In occasione della firma del Protocollo il Sottosegretario Martini ha sottolineato che “la biodiversità animale è un tema di riconosciuto interesse generale e, in quanto tale, ha ormai trovato una definizione codificata in numerosi trattati divenendo terreno di azione da parte di Organismi sovranazionali, nazionali, regionali e locali. L’accordo siglato oggi colloca autorevolmente l’Italia in questo contesto con l’intento di declinare il tema del patrimonio genetico animale sia coi diversi profili di interesse sanitario che con la tutela e la promozione dei prodotti tipici che rappresentano un patrimonio ineguagliabile delle nostre realtà regionali.”

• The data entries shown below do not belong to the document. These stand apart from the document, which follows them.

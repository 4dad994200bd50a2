/** Signing in and out; what is asked of strangers. */
import { expect, test } from '@playwright/test'
import { EMAILS, signIn } from './support/demo'

test('an unknown address and a wrong password get the same answer, and the address stays typed', async ({ page }) => {
  const answers: string[] = []
  for (const email of ['nobody@nowhere.example', EMAILS.estimator]) {
    await page.goto('/sign-in')
    await page.getByLabel('E-mail address').fill(email)
    await page.getByLabel('Password', { exact: true }).fill('not the right words')
    await page.getByRole('button', { name: 'Sign in' }).click()
    const answer = page.locator('form').getByRole('alert')
    await expect(answer).toBeVisible()
    await expect(page.getByLabel('E-mail address')).toHaveValue(email)
    answers.push(await answer.innerText())
  }
  expect(answers[0]).toBe(answers[1])
})

test('signing out ends the session', async ({ page, context }) => {
  await signIn(page, 'owner')
  const cookies = await context.cookies()
  await page.getByRole('button', { name: 'Sign out' }).click()
  await page.waitForURL('**/sign-in')
  await context.addCookies(cookies)
  await page.goto('/plants')
  await expect(page).toHaveURL(/sign-in/)
})

test('answers carry a policy with a nonce, and cookies are not for scripts', async ({ page, context }) => {
  const answer = await page.goto('/sign-in')
  const policy = answer!.headers()['content-security-policy']!
  expect(policy).toMatch(/script-src 'self' 'nonce-[^']+' 'strict-dynamic'/)
  expect(policy).not.toMatch(/script-src[^;]*unsafe-inline/)
  await signIn(page, 'owner')
  for (const cookie of (await context.cookies()).filter(({ name }) => name !== 'theme')) {
    expect(cookie).toMatchObject({ httpOnly: true, sameSite: 'Lax' })
  }
})
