/** A finding worked out by hand. Figures in inches are compared within 0.001; a year may be up to 0.05 later than worked out. */
import type { FindingKind } from '@/lib/spacing'

export type Three = [low: number, expected: number, high: number]

export interface Expected {
  rule: string
  kind: FindingKind
  placements: string[]
  feature: string | null
  limit?: number
  /** Rules of the expected size alone measure that. */
  measured?: Three | [null, number, null] | null
  excess: number
  /** Earliest, expected, latest, where it was worked out. */
  year?: Three | null
}

/** The rules beds were worked out for unless they name their own; findings of others are another page's matter. */
export const WORKED_RULES = ['sill', 'walk-edge', 'wall-gap', 'gutter', 'outside-bed', 'crowding', 'layer-order', 'hardiness', 'light']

Il “Centro Nazionale per la Valorizzazione della Biodiversità Animale” avrà il compito di coordinare iniziative e rapporti con gli organismi nazionali e internazionali che si occupano di biodiversità in zootecnia, al fine di individuare e realizzare strategie ed attività condivise, valorizzando prerogative, competenze e finalità istituzionali delle amministrazioni coinvolte.

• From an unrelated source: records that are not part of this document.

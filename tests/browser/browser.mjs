// SPDX-License-Identifier: Apache-2.0
// What the tests of this folder share: run folders, a server with the content
// policy that CI servers give to artifacts, a browser, and rules about boxes.
import { execFileSync } from 'node:child_process';
import { createServer } from 'node:http';
import { createRequire } from 'node:module';
import { existsSync, readFileSync } from 'node:fs';
import { join, normalize } from 'node:path';

export const scratch = process.env.SCRATCH;
export const modules = createRequire(join(process.env.MODULES, 'package.json'));
export const POLICY = "sandbox; default-src 'none'; img-src 'self'; style-src 'self'";

let failures = 0;
export function check(condition, what) {
  if (condition) return;
  failures++;
  console.error(`FAILED: ${what}`);
}
export function finish() {
  console.log(failures ? `${failures} failed` : 'everything holds');
  process.exitCode = failures ? 1 : 0;
}

/** A rehearsed run; tests of it may fail, but its reports must be there. */
export function rehearsed(name, ...options) {
  const folder = join(scratch, name);
  try {
    execFileSync(process.env.DRIVETRIAL, ['rehearse', '--quiet', '--rig',
      join(process.env.SOURCE, 'rigs/model-spm.yaml'), '--out', folder, ...options],
    { stdio: 'pipe' });
  } catch (error) {
    if (!existsSync(join(folder, 'report.html'))) throw error;
  }
  return folder;
}

/** A run made by hand, with `text` wherever a text can stand. */
export function sample(name, text) {
  const folder = join(scratch, name);
  execFileSync(process.env.WRITE_SAMPLE_RUN, [folder, text], { stdio: 'pipe' });
  return folder;
}

/** Serves a folder from a free port of the loopback; css false: an empty stylesheet. */
export async function serve(folder, css = true) {
  const server = createServer((request, response) => {
    const name = normalize(decodeURIComponent(request.url.split('?')[0])).slice(1);
    const type = name.endsWith('.css') ? 'text/css' : name.endsWith('.html') ? 'text/html' : null;
    if (!type || name.includes('..') || !existsSync(join(folder, name))) {
      // A browser asks for an icon by itself; that is no error of the page.
      response.writeHead(name === 'favicon.ico' ? 204 : 404).end();
      return;
    }
    response.writeHead(200, {
      'Content-Type': `${type}; charset=utf-8`,
      'Content-Security-Policy': POLICY,
      'X-Content-Type-Options': 'nosniff',
    });
    response.end(type === 'text/css' && !css ? '' : readFileSync(join(folder, name)));
  });
  await new Promise((resolve) => server.listen(0, '127.0.0.1', resolve));
  return { url: `http://127.0.0.1:${server.address().port}`, close: () => server.close() };
}

export async function launch() {
  const { chromium } = modules('playwright-core');
  return chromium.launch({ executablePath: '/usr/bin/chromium', args: ['--no-sandbox'] });
}

/** A page whose console errors and failed requests are failures. */
export async function open(browser, url, what, options = {}) {
  const page = await browser.newPage({ viewport: { width: 1100, height: 900 }, ...options });
  page.on('console', (message) => check(!['error', 'warning'].includes(message.type()),
    `${what}: the console says: ${message.text()}`));
  page.on('pageerror', (error) => check(false, `${what}: ${error}`));
  page.on('requestfailed', (request) => check(false, `${what}: ${request.url()} was not loaded`));
  await page.goto(url, { waitUntil: 'load' });
  return page;
}

/** Runs in the page: everything that overlaps, is cut, or is wider than its place. */
export function boxFaults() {
  const faults = [];
  const box = (element) => element.getBoundingClientRect();
  const name = (element) => `${element.tagName.toLowerCase()} "${element.textContent.trim().slice(0, 60)}"`;
  const seen = (rect) => rect.width > 0 && rect.height > 0;
  const root = document.documentElement;
  if (root.scrollWidth > root.clientWidth + 1) {
    faults.push(`the page is ${root.scrollWidth} wide and shows ${root.clientWidth}`);
  }
  // Blocks stand below each other.
  for (const parent of document.querySelectorAll('body, header, main, section, article, ul, ol, tbody, figure')) {
    let last = null;
    for (const child of parent.children) {
      if (!seen(box(child)) || getComputedStyle(child).display.startsWith('inline')) continue;
      if (last && box(child).top < box(last).bottom - 1) faults.push(`${name(child)} overlaps ${name(last)}`);
      last = child;
    }
  }
  // Cells stand beside each other and show their text whole.
  for (const row of document.querySelectorAll('tr')) {
    let right = -Infinity;
    for (const cell of row.children) {
      if (!seen(box(cell))) continue;
      if (box(cell).left < right - 1) faults.push(`${name(cell)} overlaps the cell before it`);
      if (cell.scrollWidth > cell.clientWidth + 1) faults.push(`${name(cell)} is cut`);
      right = box(cell).right;
    }
  }
  for (const element of document.querySelectorAll('p, li, h1, h2, h3, h4, dd, dt, figcaption')) {
    if (seen(box(element)) && box(element).right > root.clientWidth + 1) faults.push(`${name(element)} runs out of the page`);
  }
  // Texts of a drawing stay inside it and do not cover each other.
  for (const svg of document.querySelectorAll('svg')) {
    const outer = box(svg), title = svg.querySelector('title')?.textContent ?? svg.getAttribute('aria-label');
    if (outer.width < 60 || outer.height < 20) faults.push(`drawing "${title}" is ${outer.width} by ${outer.height}`);
    const texts = [...svg.querySelectorAll('text')].map((text) => [text, box(text)]);
    texts.forEach(([text, rect], i) => {
      if (rect.left < outer.left - 1 || rect.right > outer.right + 1 || rect.top < outer.top - 1 || rect.bottom > outer.bottom + 1) {
        faults.push(`"${text.textContent}" leaves drawing "${title}"`);
      }
      for (const [other, rect2] of texts.slice(i + 1)) {
        const width = Math.min(rect.right, rect2.right) - Math.max(rect.left, rect2.left);
        const height = Math.min(rect.bottom, rect2.bottom) - Math.max(rect.top, rect2.top);
        // Letters do not fill their line: a quarter of a line's height is none of them.
        if (width > 1.5 && height > 0.35 * Math.min(rect.height, rect2.height)) {
          faults.push(`"${text.textContent}" covers "${other.textContent}" in drawing "${title}"`);
        }
      }
    });
  }
  return faults;
}

/** Runs in the page: what a report must hold. */
export function inventory() {
  const count = (selector) => document.querySelectorAll(selector).length;
  return {
    title: document.title,
    heading: document.querySelector('h1')?.textContent ?? '',
    headings: [...document.querySelectorAll('h2')].map((heading) => heading.textContent),
    tests: count('section.test'), drawings: count('svg'), tables: count('table'),
    text: document.body.innerText.length,
    ids: [...document.querySelectorAll('[id]')].map((element) => element.id),
    targets: [...document.querySelectorAll('a[href^="#"]')].map((link) => link.getAttribute('href').slice(1)),
  };
}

In particolare il Centro si occuperà dello sviluppo e della valutazione di programmi sostenibili nella biodiversità animale e promuoverà la cooperazione tecnica e finanziaria sia a livello nazionale che internazionale. Verrà inoltre messo in atto un sistema integrato di coordinamento in grado di perseguire obiettivi di sinergia, razionalizzazione e potenziamento della ricerca nel settore della biodiversità rivolta in particolare agli animali di interesse zootecnico.

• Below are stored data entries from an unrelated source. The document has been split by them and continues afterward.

// SPDX-License-Identifier: Apache-2.0
// report.html in Chromium: under a CI server's content policy, without its
// stylesheet, as a local file, in dark mode, on a small screen and on paper:
// everything is there, nothing overlaps or is cut, and axe-core finds nothing.
import { readFileSync, writeFileSync } from 'node:fs';
import { join } from 'node:path';
import { pathToFileURL } from 'node:url';
import { boxFaults, check, finish, inventory, launch, modules, open, rehearsed, sample, scratch, serve } from './browser.mjs';

const axe = readFileSync(modules.resolve('axe-core/axe.min.js'), 'utf8');

async function boxes(page, what) {
  const faults = await page.evaluate(boxFaults);
  check(faults.length === 0, `${what}: ${faults.length} faults: ${faults.slice(0, 12).join('; ')}`);
}

async function accessible(page, what) {
  await page.evaluate(axe);
  const result = await page.evaluate(() => window.axe.run({ preload: false }));
  for (const one of result.violations) {
    check(false, `${what}: axe ${one.id}: ${one.help}: ${one.nodes.slice(0, 3).map((node) => node.html.slice(0, 160)).join(' | ')}`);
  }
  check(result.passes.length > 5, `${what}: axe has looked at something`);
}

async function same(page, expected, what) {
  const found = await page.evaluate(inventory);
  check(JSON.stringify(found.headings) === JSON.stringify(expected.headings) && found.tests === expected.tests &&
    found.drawings === expected.drawings && found.tables === expected.tables, `${what}: everything is there`);
}

async function look(browser, folder, name) {
  const file = pathToFileURL(join(folder, 'report.html')).href;
  const local = await open(browser, file, `${name} as a file`);
  const whole = await local.evaluate(inventory);
  const results = JSON.parse(readFileSync(join(folder, 'results.json'), 'utf8'));
  const tests = results.suites.reduce((sum, suite) => sum + suite.tests.length, 0);
  check(whole.heading.startsWith(`Verdict: ${results.verdict}`), `${name}: the verdict stands first`);
  check(whole.tests === tests, `${name}: a section for each of ${tests} tests`);
  check(whole.drawings > 0, `${name}: drawings`);
  check(new Set(whole.ids).size === whole.ids.length, `${name}: no id twice`);
  check(whole.targets.every((id) => whole.ids.includes(id)), `${name}: every link has its target`);
  for (const heading of ['What to know before the good news', 'What was run', 'All tests', 'Requirements', 'Each test']) {
    check(whole.headings.includes(heading), `${name}: section ${heading}`);
  }
  await boxes(local, `${name} as a file`);
  await accessible(local, `${name} in light colours`);
  await local.setViewportSize({ width: 390, height: 800 });
  await boxes(local, `${name} on a small screen`);
  await local.close();

  const dark = await open(browser, file, `${name} in dark mode`, { colorScheme: 'dark' });
  await boxes(dark, `${name} in dark mode`);
  await accessible(dark, `${name} in dark colours`);
  await dark.close();

  for (const css of [true, false]) {
    const what = `${name} under the policy${css ? '' : ', without the stylesheet'}`;
    const server = await serve(folder, css);
    const page = await open(browser, `${server.url}/report.html`, what);
    await same(page, whole, what);
    const styled = await page.evaluate(() => getComputedStyle(document.body).maxWidth !== 'none');
    check(styled === css, `${what}: the stylesheet is ${css ? '' : 'not '}there`);
    // Nothing but a stylesheet can break a word of 800 letters: there it may be scrolled to.
    if (css || name !== 'hostile') await boxes(page, what);
    await page.close();
    server.close();
  }

  await paper(browser, file, whole, name);
}

async function paper(browser, file, whole, name) {
  // A4 less the margins of the stylesheet, in CSS pixels of 1/96 inch.
  const width = Math.floor((210 - 32) / 25.4 * 96), height = (297 - 36) / 25.4 * 96;
  const page = await open(browser, file, `${name} on paper`, { viewport: { width, height: 900 } });
  await page.emulateMedia({ media: 'print' });
  await boxes(page, `${name} on paper`);
  const tall = await page.evaluate((most) => [...document.querySelectorAll('figure')]
    .filter((figure) => figure.getBoundingClientRect().height > most ||
      getComputedStyle(figure).breakInside !== 'avoid').length, height);
  check(tall === 0, `${name} on paper: ${tall} figures may be cut by the end of a page`);
  const sign = await page.evaluate(() => document.querySelector('.signoff')?.getBoundingClientRect().height ?? 0);
  check(sign > 100, `${name} on paper: lines to sign on`);
  const pdf = await page.pdf({ preferCSSPageSize: true });
  writeFileSync(join(scratch, `${name}.pdf`), pdf);
  const text = pdf.toString('latin1');
  const boxesOfPages = [...text.matchAll(/\/MediaBox \[0 0 ([\d.]+) ([\d.]+)\]/g)];
  check(text.startsWith('%PDF') && boxesOfPages.length > 1 &&
    boxesOfPages.every((at) => Math.abs(at[1] - 595) < 2 && Math.abs(at[2] - 842) < 2),
  `${name} on paper: pages of A4`);
  check(whole.drawings > 0, `${name} on paper: drawings`);
  await page.close();
}

const browser = await launch();
try {
  await look(browser, rehearsed('failed', '--defect', 'encoder-offset', join(process.env.SOURCE, 'suites/release.yaml')), 'failed');
  await look(browser, sample('hostile', '<script>alert(1)</script>&"\' \u202edlrow \x07 ' + 'long'.repeat(200)), 'hostile');
} finally {
  await browser.close();
}
finish();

Ulteriore funzione del Centro, anche in concerto con il Ministero delle Politiche agricole e forestali, sarà quella di favorire il recupero delle aree territoriali marginalizzate, con un maggior sostegno alla diffusione dei prodotti tipici e la promozione di nuovi modelli economici di sviluppo locale basati sulla valorizzazione imprenditoriale delle produzioni.

Il Centro Nazionale di Valorizzazione della Biodiversità Animale darà corso ad un sistema permanente di coordinamento in grado di perseguire le seguenti iniziative:
1. sviluppo e valutazione di programmi sostenibili nella biodiversità animale;
2. promozione della cooperazione tecnica e finanziaria a livello locale, nazionale ed internazionale;
3. promozione di azioni sinergiche tra soggetti pubblici e privati a livello nazionale coordinandone le attività;
4. coordinamento e collezione di progetti nazionali ed internazionali per le iniziative in essere o future;
5. verifica dei risultati delle iniziative di sostegno adottate;
6. indicazione e costituzione di moduli e modelli di attività;
7. messa a disposizione del know how acquisito;
8. organizzazione di incontri, studi e pubblicazioni;
9. raccolta ed ordinamento delle attività legislative in corso, anche al fine di un’utile verifica delle iniziative da attivare; elencazione delle iniziative in corso, in situ ed extra situ, ricognizione, analisi e monitoraggio dell’esistente e riorganizzazione dei materiali di merito.